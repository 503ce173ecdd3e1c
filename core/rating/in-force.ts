// The discharge of a stage at a time: the rating in force at time t, its dated shift at t, the
// discharge, and whether it is extrapolated. The one home of this rule: the reading check, the stored
// views (lists, plots, storm analysis) and the exports all call it.
import { segmentIndexAt } from './evaluate';
import { shiftIn, validateShifts, type DatedShift } from './shift-schedule';
import type { Rating } from './types';
import { validateRating } from './validate';

/** A rating with its identity and the time from which it is in force (UTC ms), with its dated shifts (m). */
export interface DatedRating extends Rating {
  id: string;
  /** In force from this time (UTC ms) until the next rating of the site. */
  validFrom_ms: number;
  shifts: readonly DatedShift[];
  /** A deleted rating is never in force. */
  deleted?: boolean;
}

/** "No discharge" (no rating in force at that time), the one spelling used in arrays and records alike: NaN. */
export const NO_DISCHARGE = Number.NaN;

/** True when a discharge (m³/s) is a value, false for NO_DISCHARGE. */
export function hasDischarge(discharge_m3s: number): boolean {
  return !Number.isNaN(discharge_m3s);
}

/** The discharge of one stage at one time through the rating in force (m³/s, shift m). */
export interface StageDischarge {
  /** m³/s; NO_DISCHARGE (NaN) when no rating is in force. */
  discharge_m3s: number;
  /** Shift applied, m: 0 when the rating has none in force, or no rating is in force. */
  shift_m: number;
  /** True when the stage lies outside the rating's gauged range and the discharge is above 0. */
  extrapolated: boolean;
  /** Id of the rating that applied; undefined when none is in force. */
  ratingId: string | undefined;
}

/** The discharge of many stages (m³/s) at many times, as arrays in the order given. */
export interface DischargeSeries {
  /** m³/s; NO_DISCHARGE (NaN) where no rating is in force. */
  discharge_m3s: Float64Array;
  /** Shift applied, m (0 where none). */
  shift_m: Float64Array;
  /** 1 where extrapolated (outside the gauged range, discharge above 0), else 0. */
  extrapolated: Uint8Array;
  /** Ids of the ratings that applied, in order of first use. */
  ratingIds: string[];
  /** Per stage, its rating's position in ratingIds; −1 where no rating is in force. */
  ratingIndex: Int32Array;
}

function before(a: DatedRating, b: DatedRating): number {
  return a.validFrom_ms - b.validFrom_ms || (a.id < b.id ? -1 : a.id > b.id ? 1 : 0);
}

/** The ratings that can be in force (not deleted), by validFrom_ms then id; ties go to the higher id. */
function inForceOrder<R extends DatedRating>(ratings: readonly R[]): R[] {
  if (!Array.isArray(ratings)) throw new RangeError('The ratings must be given as a list');
  return ratings.filter((r) => !r.deleted).sort(before);
}

/** Index of the last rating (in inForceOrder) with validFrom_ms ≤ time_ms; −1 when none. */
function lastFrom(order: readonly DatedRating[], time_ms: number): number {
  let lo = 0;
  let hi = order.length;
  while (lo < hi) {
    const mid = (lo + hi) >>> 1;
    if (order[mid].validFrom_ms <= time_ms) lo = mid + 1;
    else hi = mid;
  }
  return lo - 1;
}

/**
 * The rating in force at time_ms (UTC ms): of those not deleted, the one with the latest validFrom_ms
 * at or before time_ms (between two with the same time, the higher id); undefined when none.
 */
export function ratingInForce<R extends DatedRating>(ratings: readonly R[], time_ms: number): R | undefined {
  if (Number.isNaN(time_ms)) throw new RangeError('The time must be a number of UTC milliseconds');
  const order = inForceOrder(ratings);
  const k = lastFrom(order, time_ms);
  return k >= 0 ? order[k] : undefined;
}

/** Discharge (m³/s) at stage + shift h (m) on an already validated rating. */
function evaluate(rating: Rating, h_m: number): number {
  const s = rating.segments[segmentIndexAt(rating.segments, h_m)];
  return h_m > s.offset_m ? s.coefficient * Math.pow(h_m - s.offset_m, s.exponent) : 0;
}

/**
 * The discharge of stage_m[i] (m) at time_ms[i] (UTC ms) for every i, through the rating in force at
 * each time and its dated shifts. Times need not be sorted (sorted times are fastest). Each rating used
 * is validated once; a rating never in force is not looked at. Throws a RangeError for a bad rating or
 * shift, arrays of different lengths, or a stage or time that is not a finite number.
 */
export function dischargeThrough(ratings: readonly DatedRating[], time_ms: ArrayLike<number>, stage_m: ArrayLike<number>): DischargeSeries {
  const n = time_ms.length;
  if (stage_m.length !== n) throw new RangeError(`Each time needs one stage; got ${n} times and ${stage_m.length} stages`);
  const order = inForceOrder(ratings);
  const checked = new Uint8Array(order.length);
  const idIndex = new Int32Array(order.length).fill(-1);
  const out: DischargeSeries = {
    discharge_m3s: new Float64Array(n),
    shift_m: new Float64Array(n),
    extrapolated: new Uint8Array(n),
    ratingIds: [],
    ratingIndex: new Int32Array(n),
  };
  let k = -1;
  let lastT = -Infinity;
  for (let i = 0; i < n; i++) {
    const t = time_ms[i];
    const stage = stage_m[i];
    if (!(t - t === 0)) throw new RangeError(`Time ${i} is not a finite number of UTC milliseconds: ${t}`);
    if (!(stage - stage === 0)) throw new RangeError(`Stage ${i} is not a finite number of metres: ${stage}`);
    // Sorted input walks forward; anything else looks the rating up again.
    if (t >= lastT) while (k + 1 < order.length && order[k + 1].validFrom_ms <= t) k++;
    else k = lastFrom(order, t);
    lastT = t;
    if (k < 0) {
      out.discharge_m3s[i] = NO_DISCHARGE;
      out.ratingIndex[i] = -1;
      continue;
    }
    const rating = order[k];
    if (!checked[k]) {
      validateRating('The rating in force', rating);
      validateShifts('The rating in force', rating.shifts);
      checked[k] = 1;
      idIndex[k] = out.ratingIds.length;
      out.ratingIds.push(rating.id);
    }
    const shift = rating.shifts.length > 0 ? shiftIn(rating.shifts, t, stage) : 0;
    const q = evaluate(rating, stage + shift);
    // As dischargeAt: a stage so far above the rating that Q overflows is refused, never given as Infinity.
    if (!(q < Infinity)) throw new RangeError(`Stage ${i} (${stage} m) gives a discharge too large to represent; check the stage and its units`);
    const range = rating.gaugedRange_m;
    out.shift_m[i] = shift;
    out.discharge_m3s[i] = q;
    out.extrapolated[i] = q > 0 && range !== undefined && (stage < range[0] || stage > range[1]) ? 1 : 0;
    out.ratingIndex[i] = idIndex[k];
  }
  return out;
}

/** The discharge of one stage (m) at one time (UTC ms) through the rating in force then (see dischargeThrough). */
export function dischargeAtTime(ratings: readonly DatedRating[], time_ms: number, stage_m: number): StageDischarge {
  const r = dischargeThrough(ratings, [time_ms], [stage_m]);
  const at = r.ratingIndex[0];
  return {
    discharge_m3s: r.discharge_m3s[0],
    shift_m: r.shift_m[0],
    extrapolated: r.extrapolated[0] === 1,
    ratingId: at >= 0 ? r.ratingIds[at] : undefined,
  };
}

WHAT THE TASK REQUIRES:
The records must be given again in full, exactly as shown.

YOUR RESPONSE:
repository 503ce173ecdd3e1c
filename core/rating/in-force.ts
// The discharge of a stage at a time: the rating in force at time t, its dated shift at t, the
// discharge, and whether it is extrapolated. The one home of this rule: the reading check, the stored
// views (lists, plots, storm analysis) and the exports all call it.
import { segmentIndexAt } from './evaluate';
import { shiftIn, validateShifts, type DatedShift } from './shift-schedule';
import type { Rating } from './types';
import { validateRating } from './validate';

/** A rating with its identity and the time from which it is in force (UTC ms), with its dated shifts (m). */
export interface DatedRating extends Rating {
  id: string;
  /** In force from this time (UTC ms) until the next rating of the site. */
  validFrom_ms: number;
  shifts: readonly DatedShift[];
  /** A deleted rating is never in force. */
  deleted?: boolean;
}

/** "No discharge" (no rating in force at that time), the one spelling used in arrays and records alike: NaN. */
export const NO_DISCHARGE = Number.NaN;

/** True when a discharge (m³/s) is a value, false for NO_DISCHARGE. */
export function hasDischarge(discharge_m3s: number): boolean {
  return !Number.isNaN(discharge_m3s);
}

/** The discharge of one stage at one time through the rating in force (m³/s, shift m). */
export interface StageDischarge {
  /** m³/s; NO_DISCHARGE (NaN) when no rating is in force. */
  discharge_m3s: number;
  /** Shift applied, m: 0 when the rating has none in force, or no rating is in force. */
  shift_m: number;
  /** True when the stage lies outside the rating's gauged range and the discharge is above 0. */
  extrapolated: boolean;
  /** Id of the rating that applied; undefined when none is in force. */
  ratingId: string | undefined;
}

/** The discharge of many stages (m³/s) at many times, as arrays in the order given. */
export interface DischargeSeries {
  /** m³/s; NO_DISCHARGE (NaN) where no rating is in force. */
  discharge_m3s: Float64Array;
  /** Shift applied, m (0 where none). */
  shift_m: Float64Array;
  /** 1 where extrapolated (outside the gauged range, discharge above 0), else 0. */
  extrapolated: Uint8Array;
  /** Ids of the ratings that applied, in order of first use. */
  ratingIds: string[];
  /** Per stage, its rating's position in ratingIds; −1 where no rating is in force. */
  ratingIndex: Int32Array;
}

function before(a: DatedRating, b: DatedRating): number {
  return a.validFrom_ms - b.validFrom_ms || (a.id < b.id ? -1 : a.id > b.id ? 1 : 0);
}

/** The ratings that can be in force (not deleted), by validFrom_ms then id; ties go to the higher id. */
function inForceOrder<R extends DatedRating>(ratings: readonly R[]): R[] {
  if (!Array.isArray(ratings)) throw new RangeError('The ratings must be given as a list');
  return ratings.filter((r) => !r.deleted).sort(before);
}

/** Index of the last rating (in inForceOrder) with validFrom_ms ≤ time_ms; −1 when none. */
function lastFrom(order: readonly DatedRating[], time_ms: number): number {
  let lo = 0;
  let hi = order.length;
  while (lo < hi) {
    const mid = (lo + hi) >>> 1;
    if (order[mid].validFrom_ms <= time_ms) lo = mid + 1;
    else hi = mid;
  }
  return lo - 1;
}

/**
 * The rating in force at time_ms (UTC ms): of those not deleted, the one with the latest validFrom_ms
 * at or before time_ms (between two with the same time, the higher id); undefined when none.
 */
export function ratingInForce<R extends DatedRating>(ratings: readonly R[], time_ms: number): R | undefined {
  if (Number.isNaN(time_ms)) throw new RangeError('The time must be a number of UTC milliseconds');
  const order = inForceOrder(ratings);
  const k = lastFrom(order, time_ms);
  return k >= 0 ? order[k] : undefined;
}

/** Discharge (m³/s) at stage + shift h (m) on an already validated rating. */
function evaluate(rating: Rating, h_m: number): number {
  const s = rating.segments[segmentIndexAt(rating.segments, h_m)];
  return h_m > s.offset_m ? s.coefficient * Math.pow(h_m - s.offset_m, s.exponent) : 0;
}

/**
 * The discharge of stage_m[i] (m) at time_ms[i] (UTC ms) for every i, through the rating in force at
 * each time and its dated shifts. Times need not be sorted (sorted times are fastest). Each rating used
 * is validated once; a rating never in force is not looked at. Throws a RangeError for a bad rating or
 * shift, arrays of different lengths, or a stage or time that is not a finite number.
 */
export function dischargeThrough(ratings: readonly DatedRating[], time_ms: ArrayLike<number>, stage_m: ArrayLike<number>): DischargeSeries {
  const n = time_ms.length;
  if (stage_m.length !== n) throw new RangeError(`Each time needs one stage; got ${n} times and ${stage_m.length} stages`);
  const order = inForceOrder(ratings);
  const checked = new Uint8Array(order.length);
  const idIndex = new Int32Array(order.length).fill(-1);
  const out: DischargeSeries = {
    discharge_m3s: new Float64Array(n),
    shift_m: new Float64Array(n),
    extrapolated: new Uint8Array(n),
    ratingIds: [],
    ratingIndex: new Int32Array(n),
  };
  let k = -1;
  let lastT = -Infinity;
  for (let i = 0; i < n; i++) {
    const t = time_ms[i];
    const stage = stage_m[i];
    if (!(t - t === 0)) throw new RangeError(`Time ${i} is not a finite number of UTC milliseconds: ${t}`);
    if (!(stage - stage === 0)) throw new RangeError(`Stage ${i} is not a finite number of metres: ${stage}`);
    // Sorted input walks forward; anything else looks the rating up again.
    if (t >= lastT) while (k + 1 < order.length && order[k + 1].validFrom_ms <= t) k++;
    else k = lastFrom(order, t);
    lastT = t;
    if (k < 0) {
      out.discharge_m3s[i] = NO_DISCHARGE;
      out.ratingIndex[i] = -1;
      continue;
    }
    const rating = order[k];
    if (!checked[k]) {
      validateRating('The rating in force', rating);
      validateShifts('The rating in force', rating.shifts);
      checked[k] = 1;
      idIndex[k] = out.ratingIds.length;
      out.ratingIds.push(rating.id);
    }
    const shift = rating.shifts.length > 0 ? shiftIn(rating.shifts, t, stage) : 0;
    const q = evaluate(rating, stage + shift);
    // As dischargeAt: a stage so far above the rating that Q overflows is refused, never given as Infinity.
    if (!(q < Infinity)) throw new RangeError(`Stage ${i} (${stage} m) gives a discharge too large to represent; check the stage and its units`);
    const range = rating.gaugedRange_m;
    out.shift_m[i] = shift;
    out.discharge_m3s[i] = q;
    out.extrapolated[i] = q > 0 && range !== undefined && (stage < range[0] || stage > range[1]) ? 1 : 0;
    out.ratingIndex[i] = idIndex[k];
  }
  return out;
}

/** The discharge of one stage (m) at one time (UTC ms) through the rating in force then (see dischargeThrough). */
export function dischargeAtTime(ratings: readonly DatedRating[], time_ms: number, stage_m: number): StageDischarge {
  const r = dischargeThrough(ratings, [time_ms], [stage_m]);
  const at = r.ratingIndex[0];
  return {
    discharge_m3s: r.discharge_m3s[0],
    shift_m: r.shift_m[0],
    extrapolated: r.extrapolated[0] === 1,
    ratingId: at >= 0 ? r.ratingIds[at] : undefined,
  };
}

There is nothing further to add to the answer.